Меня это слегка потрясло, но я не стала противиться. В конце концов, я бросила все, чтобы угодить ему, поэтому еще одна уступка не казалась чем-то значительным.
Деревня Менерб находится в Воклюзе, неподалеку от Горде, расположена, будто укрепленный пункт, на возвышении, откуда видны поля плодородной Кавейонской долины. Окрестности там очень красивые, но дом стоял в самой деревне.
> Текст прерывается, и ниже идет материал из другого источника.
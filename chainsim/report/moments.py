"""Moments of a run worth a jump: events, losses, and the worst moment of each finding."""

from __future__ import annotations

import math
import re
from dataclasses import dataclass
from typing import Any

import numpy as np

from chainsim.recording.channels import BALL_STATES
from chainsim.report.parts import n_slots
from chainsim.report.text import readable

KEPT_FATES = ("delivered", "aboard")
"""Fates that are no loss."""

EVERYDAY_EVENTS = (
    *("fed", "seated", "delivered", "aboard"),
    *("spilled", "missed the pocket", "carried over", "outside the mouth"),
)
"""Kinds of event that every ball has; losses have marks of their own."""

SEATED = BALL_STATES.index("seated")

MAX_EVENT_MARKS = 60
"""Most events that get a mark of their own [dimensionless]; losses and worst moments always do."""


@dataclass(frozen=True)
class Mark:
    """A moment one can jump to.

    Attributes
    ----------
    time : float
        When [s].
    kind : str
        ``"worst"``, ``"loss"`` or ``"event"``.
    label : str
        What is to be seen there.
    target : dict or None
        What to ring: ``kind`` (sprocket, link, ball) and ``index``.
    """

    time: float
    kind: str
    label: str
    target: dict | None


def is_lost(fate: str) -> bool:
    """Tell whether a ball with this fate went astray."""
    return fate not in KEPT_FATES


def is_notable(event: Any) -> bool:
    """Tell whether an event is more than what every ball goes through."""
    return event.kind.replace("_", " ") not in EVERYDAY_EVENTS


def place_target(place: str, names: list[str]) -> dict | None:
    """Return what a place in words points at, where the page can ring it.

    Parameters
    ----------
    place : str
        Such as ``"link 17"``, ``"ball 3"`` or ``"sprocket tail"``.
    names : list of str
        Names of the sprockets in the order of the scenario.
    """
    numbered = re.search(r"\b(link|pin|ball) (\d+)", place or "")
    if numbered:
        kind = "ball" if numbered[1] == "ball" else "link"
        return {"kind": kind, "index": int(numbered[2])}
    for index, name in enumerate(names):
        if re.search(rf"(?<![\w-]){re.escape(name)}(?![\w-])", place or ""):
            return {"kind": "sprocket", "index": index}
    return None


def marks(rec: Any, findings: list) -> list[Mark]:
    """Return every moment worth a jump, in the order of time.

    Parameters
    ----------
    rec : Recording
        The run.
    findings : list of Finding
        Its findings.
    """
    names = [s.name for s in rec.scenario.sprocket]
    found = []
    for finding in findings:
        if finding.time is not None and math.isfinite(finding.time):
            label = f"{finding.title}: worst moment"
            if finding.place:
                label += f", {readable(finding.place)}"
            target = place_target(finding.place or "", names)
            found.append(Mark(finding.time, "worst", label, target))
    for ball in rec.balls:
        if is_lost(ball.fate):
            cause = f" ({ball.cause})" if ball.cause else ""
            text = f"ball {ball.number} {ball.fate}{cause}"
            target = {"kind": "ball", "index": int(ball.number)}
            found.append(Mark(loss_time(rec, ball), "loss", text, target))
    shown = [event for event in rec.events if is_notable(event)]
    for event in shown[:MAX_EVENT_MARKS]:
        text = event.text or f"{event.kind} {event.subject}".strip()
        found.append(Mark(event.time, "event", text, place_target(event.subject, names)))
    return sorted(found, key=lambda mark: mark.time)


def loss_time(rec: Any, ball: Any) -> float:
    """Return when a lost ball was last seen in a pocket, or last seen at all [s]."""
    if n_slots(rec):
        own = rec["balls/number"] == ball.number
        seated = (own & (rec["balls/state"] == SEATED)).any(axis=1)
        seen = np.flatnonzero(seated if seated.any() else own.any(axis=1))
        if len(seen):
            return float(rec.time[seen[-1]])
    return float(ball.end_time if math.isfinite(ball.end_time) else rec.time[-1])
Выстроен он был на скальном склоне, со стороны улицы в нем было четыре этажа, сзади — из-за высоты скалы — только один. Он соответствовал четвертому этажу с фасада здания. Первый этаж с фасада представлял собой высокий, темный холл, служивший главным образом душевой, потому что на другие этажи вода не поступала. На следующем были большие комнаты, убранные в имперском стиле. Дом некогда принадлежал одному из наполеоновских генералов, которой поселился там после окончательного поражения Наполеона.
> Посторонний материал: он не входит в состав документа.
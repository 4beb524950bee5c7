"""Arrows and measures on the paper of a drawing, in millimeters with y downward."""

from __future__ import annotations

import math

import numpy as np

from chainsim.report.style import FAINT, INK


def round_length(longest: float) -> float:
    """Return the greatest length of 1, 2 or 5 times a power of ten up to `longest`.

    Parameters
    ----------
    longest : float
        Greatest length [m].

    Returns
    -------
    float
        Length for a scale bar [m].
    """
    unit = 10.0 ** math.floor(math.log10(longest))
    return max(step * unit for step in (1.0, 2.0, 5.0) if step * unit <= longest * (1.0 + 1e-9))


def arrow(tail: np.ndarray, tip: np.ndarray, color: str, width: float) -> str:
    """Draw an arrow.

    Parameters
    ----------
    tail, tip : ndarray, shape (2,)
        Its ends on the paper [mm, dimensionless in the SVG].
    color : str
        Color of line and head.
    width : float
        Width of the line [mm].

    Returns
    -------
    str
        SVG elements.
    """
    along = (tip - tail) / np.linalg.norm(tip - tail)
    across = np.array([-along[1], along[0]])
    back = tip - 1.8 * along
    points = " ".join(
        f"{x:.2f},{y:.2f}" for x, y in (tip, back + 0.6 * across, back - 0.6 * across)
    )
    return (
        f'<path d="M{tail[0]:.2f} {tail[1]:.2f}L{back[0]:.2f} {back[1]:.2f}" stroke="{color}" '
        f'stroke-width="{width}"/><polygon points="{points}" fill="{color}"/>'
    )


def measure(start: np.ndarray, end: np.ndarray, text: str) -> str:
    """Draw a measure between two places, its figure along it.

    Parameters
    ----------
    start, end : ndarray, shape (2,)
        Its ends on the paper [mm], from left to right or from below to above.
    text : str
        The figure.

    Returns
    -------
    str
        SVG elements.
    """
    middle = 0.5 * (start + end)
    turn = math.degrees(math.atan2(end[1] - start[1], end[0] - start[0]))
    return (
        arrow(middle, start, INK, 0.15)
        + arrow(middle, end, INK, 0.15)
        + f'<text class="measure" text-anchor="middle" transform="translate({middle[0]:.2f} '
        f'{middle[1]:.2f}) rotate({turn:.1f})" y="-0.8">{text}</text>'
    )


def dashed(start: tuple[float, float], end: tuple[float, float]) -> str:
    """Draw a thin dashed line that carries a place out to its measure.

    Parameters
    ----------
    start, end : tuple of float, shape (2,)
        Its ends on the paper [mm].

    Returns
    -------
    str
        SVG element.
    """
    return (
        f'<path d="M{start[0]:.2f} {start[1]:.2f}L{end[0]:.2f} {end[1]:.2f}" stroke="{FAINT}" '
        f'stroke-width="0.1" stroke-dasharray="2 1"/>'
    )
По утрам мы главным образом бездельничали. В полдень отправлялись в бистро в центре деревни. Большую часть его посетителей составляли рабочие из находившихся поблизости каменоломен. Мы слышали много разговоров о скорпионах. Почти каждый день тот или иной рабочий рассказывал о ком-то, укушенном утром. Впервые услышав этот рассказ, я не придала ему значения, но потом, видимо, на моем лице стало отражаться беспокойство, так как Пабло пытался приободрить меня сообщением, что в прошлом году Мари Кюттоли перенесла укус.
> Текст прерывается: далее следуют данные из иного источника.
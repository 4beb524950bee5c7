"""The lift drawn in a terminal, to scale, with dots of Braille characters and notes beside it."""

from __future__ import annotations

import itertools
import math

import numpy as np

from chainsim.model.lift import Lift
from chainsim.report.layout_marks import round_length
from chainsim.report.layout_notes import Note, strand_notes, wheel_notes
from chainsim.report.layout_parts import ball_places, shapes_of, spots_of

WIDTH = 80
"""Greatest width of the sketch [columns] (dimensionless)."""

TALLEST = 44
"""Greatest height of the picture [rows] (dimensionless): a screen and a little more."""

PICTURE = 36
"""Greatest width of the picture [columns] (dimensionless); notes take the rest."""

DOT_BITS = ((0x01, 0x08), (0x02, 0x10), (0x04, 0x20), (0x40, 0x80))
"""Bit of each dot of a Braille character, by row and column (Unicode block U+2800)."""

BALL_MARK = "o"


class _Canvas:
    """Dots on a grid of characters of two by four dots each; dots are square in most fonts."""

    def __init__(self, low: np.ndarray, high: np.ndarray, mirrored: bool) -> None:
        """Fit the box from `low` to `high` [m], shape (2,) each, into the picture."""
        span = np.maximum(high - low, 1e-9)
        self.scale = max(span[0] / (2 * PICTURE - 1), span[1] / (4 * TALLEST - 1))
        self.low, self.high, self.mirrored = low, high, mirrored
        self.columns = math.floor(span[0] / self.scale) // 2 + 1
        self.rows = math.floor(span[1] / self.scale) // 4 + 1
        self.bits = np.zeros((self.rows, self.columns), dtype=int)
        self.marks: dict[tuple[int, int], str] = {}

    def dot(self, point: np.ndarray) -> tuple[int, int, int, int]:
        """Return row, column and the dot within them of a place [m] (dimensionless)."""
        across = self.high[0] - point[0] if self.mirrored else point[0] - self.low[0]
        x = min(max(round(across / self.scale), 0), 2 * self.columns - 1)
        y = min(max(round((self.high[1] - point[1]) / self.scale), 0), 4 * self.rows - 1)
        return y // 4, x // 2, y % 4, x % 2

    def line(self, points: np.ndarray, closed: bool) -> None:
        """Set the dots along a polyline [m]."""
        if closed:
            points = np.vstack([points, points[:1]])
        for start, end in itertools.pairwise(points):
            count = 1 + math.ceil(float(np.linalg.norm(end - start)) / self.scale)
            for share in np.linspace(0.0, 1.0, count + 1):
                row, column, v, h = self.dot(start + share * (end - start))
                self.bits[row, column] |= DOT_BITS[v][h]

    def mark(self, point: np.ndarray, text: str) -> None:
        """Put a letter where a small thing stands [m]."""
        row, column, _, _ = self.dot(point)
        self.marks[row, column] = text

    def text(self) -> list[str]:
        """Return the rows of the picture."""
        return [
            "".join(
                self.marks.get((r, c)) or (chr(0x2800 + bits) if bits else " ")
                for c, bits in enumerate(row)
            )
            for r, row in enumerate(self.bits)
        ]


def layout_sketch(lift: Lift) -> str:
    """Draw a lift for a terminal.

    Parameters
    ----------
    lift : Lift
        The lift, its chain laid.

    Returns
    -------
    str
        At most 80 columns wide: the picture on the left, notes on the right, the scale below.
    """
    mirrored = lift.scenario.view == "back"
    low, high = extent(lift)
    canvas = _Canvas(low, high, mirrored)
    for shape in shapes_of(lift):
        if shape.kind not in ("carrier", "stem") or canvas.scale < 0.3 * lift.ball_radius:
            canvas.line(shape.points, shape.closed)
    for spot in spots_of(lift):
        if spot.kind == "roller":
            canvas.line(_circle(spot.center, spot.radius), closed=True)
    for place in ball_places(lift):
        canvas.mark(place, BALL_MARK)
    beside = _notes_by_row(canvas, wheel_notes(lift) + strand_notes(lift))
    rows = canvas.text()
    room = WIDTH - canvas.columns - 3
    drawn = [
        f"{row}   {beside.get(r, '')[:room]}".rstrip()
        for r, row in enumerate(
            rows + [" " * canvas.columns] * max(0, _last(beside) + 1 - len(rows))
        )
    ]
    return "\n".join([*drawn, "", *_foot(lift, canvas)]) + "\n"


def extent(lift: Lift) -> tuple[np.ndarray, np.ndarray]:
    """Return the corners of the box that holds everything drawn.

    Parameters
    ----------
    lift : Lift
        The lift, its chain laid.

    Returns
    -------
    low, high : ndarray, shape (2,)
        Lower left and upper right corner [m].
    """
    points = [shape.points for shape in shapes_of(lift)]
    points += [_circle(spot.center, spot.radius) for spot in spots_of(lift)]
    every = np.vstack(points)
    return every.min(axis=0), every.max(axis=0)


def _circle(center: np.ndarray, radius: float) -> np.ndarray:
    angle = np.linspace(0.0, 2.0 * math.pi, 33)[:-1]
    return center + radius * np.column_stack([np.cos(angle), np.sin(angle)])


def _notes_by_row(canvas: _Canvas, notes: list[Note]) -> dict[int, str]:
    """Give each line of each note a row near its part, none twice, from the top down."""
    taken: dict[int, str] = {}
    following = 0
    for note in sorted(notes, key=lambda n: -n.place[1]):
        lines = [note.title, *(f"  {line}" for line in note.lines)]
        first = max(following, canvas.dot(note.place)[0] - len(lines) // 2)
        for i, line in enumerate(lines):
            taken[first + i] = line
        following = first + len(lines)
    return taken


def _last(rows: dict[int, str]) -> int:
    return max(rows, default=0)


def _foot(lift: Lift, canvas: _Canvas) -> list[str]:
    """Draw a bar of a round length, and say what the picture shows."""
    column = 2.0 * canvas.scale
    length = round_length(12.0 * column)
    bar = "├" + "─" * max(0, round(length / column) - 2) + "┤"
    side = "the back" if canvas.mirrored else "the front"
    balls = f", {BALL_MARK} a ball" if ball_places(lift) else ""
    return [
        f"{bar} {1e3 * length:g} mm, seen from {side}{balls}",
        f"{lift.n_links} links of {1e3 * lift.route.pitch:.2f} mm; "
        f"{1e3 * (canvas.high[0] - canvas.low[0]):.0f} mm wide, "
        f"{1e3 * (canvas.high[1] - canvas.low[1]):.0f} mm tall in all",
    ]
— И как видишь, не умерла. Правда, довольно долго болела, — сказал он.
Половина деревни располагалась на солнечной стороне большого скального гребня, но дом Доры Маар стоял на «холодном берегу», как именовали местные жители северный склон. Поскольку он предназначался только для проживания летом, такое место положение имело определенное преимущество: внутри никогда не бывало жарко. Скорпионы, как вскоре выяснила я, тоже любят тень. Сперва я увидела двух в саду; потом еще нескольких на стене дома. Внутри была монументальная лестница, и там тоже я обнаружила скорпионов, не менее монументальных. Потом нашла в спальне еще одного. Днем все бывало хорошо, но едва темнело, скорпионы появлялись стаями. Поэтому перед тем, как одеться, приходилось выверчивать одежду наизнанку и смотреть во все глаза.
Из дома была видна деревня Горде, расположенная на холме по другую сторону долины. Каждый вечер мы слышали, как на усеявших долину маленьких фермах трубят в горны. Хор получался совершенно неслаженным. Закаты в той части страны великолепные, но меня слегка расстраивало, что воцарявшиеся с закатом тишину и покой внезапно нарушал рев горнов со всей долины. Это продолжалось ежевечерне чуть ли не до одиннадцати часов. А вот Пабло был очень доволен. Одним из его главных развлечений было потрубить в горн. В мастерской на улице Великих Августинцев у него был армейский экземпляр с красно-бело-синим шнурком. Он каждый день издавал на нем несколько громких звуков. Слегка досадовал, потому что подобные звуки в Париже были запрещены, и если б во время оккупации он затрубил бы слишком громко, ему бы не поздоровилось. Но после Освобождения, во время всеобщего ликования он осмелел и выдавал в день до тридцати тактов. Думаю, ему это доставляло огромное удовольствие. Если по той или другой причине он не брался за горн, то чувствовал себя несчастным. Поэтому в Менербе, временно лишенному своей ежедневной квоты, рев горнов был ему бальзамом на душу — поначалу. Но со временем Пабло стал от него печалиться. Его тянуло к своему горну, а он остался в Париже.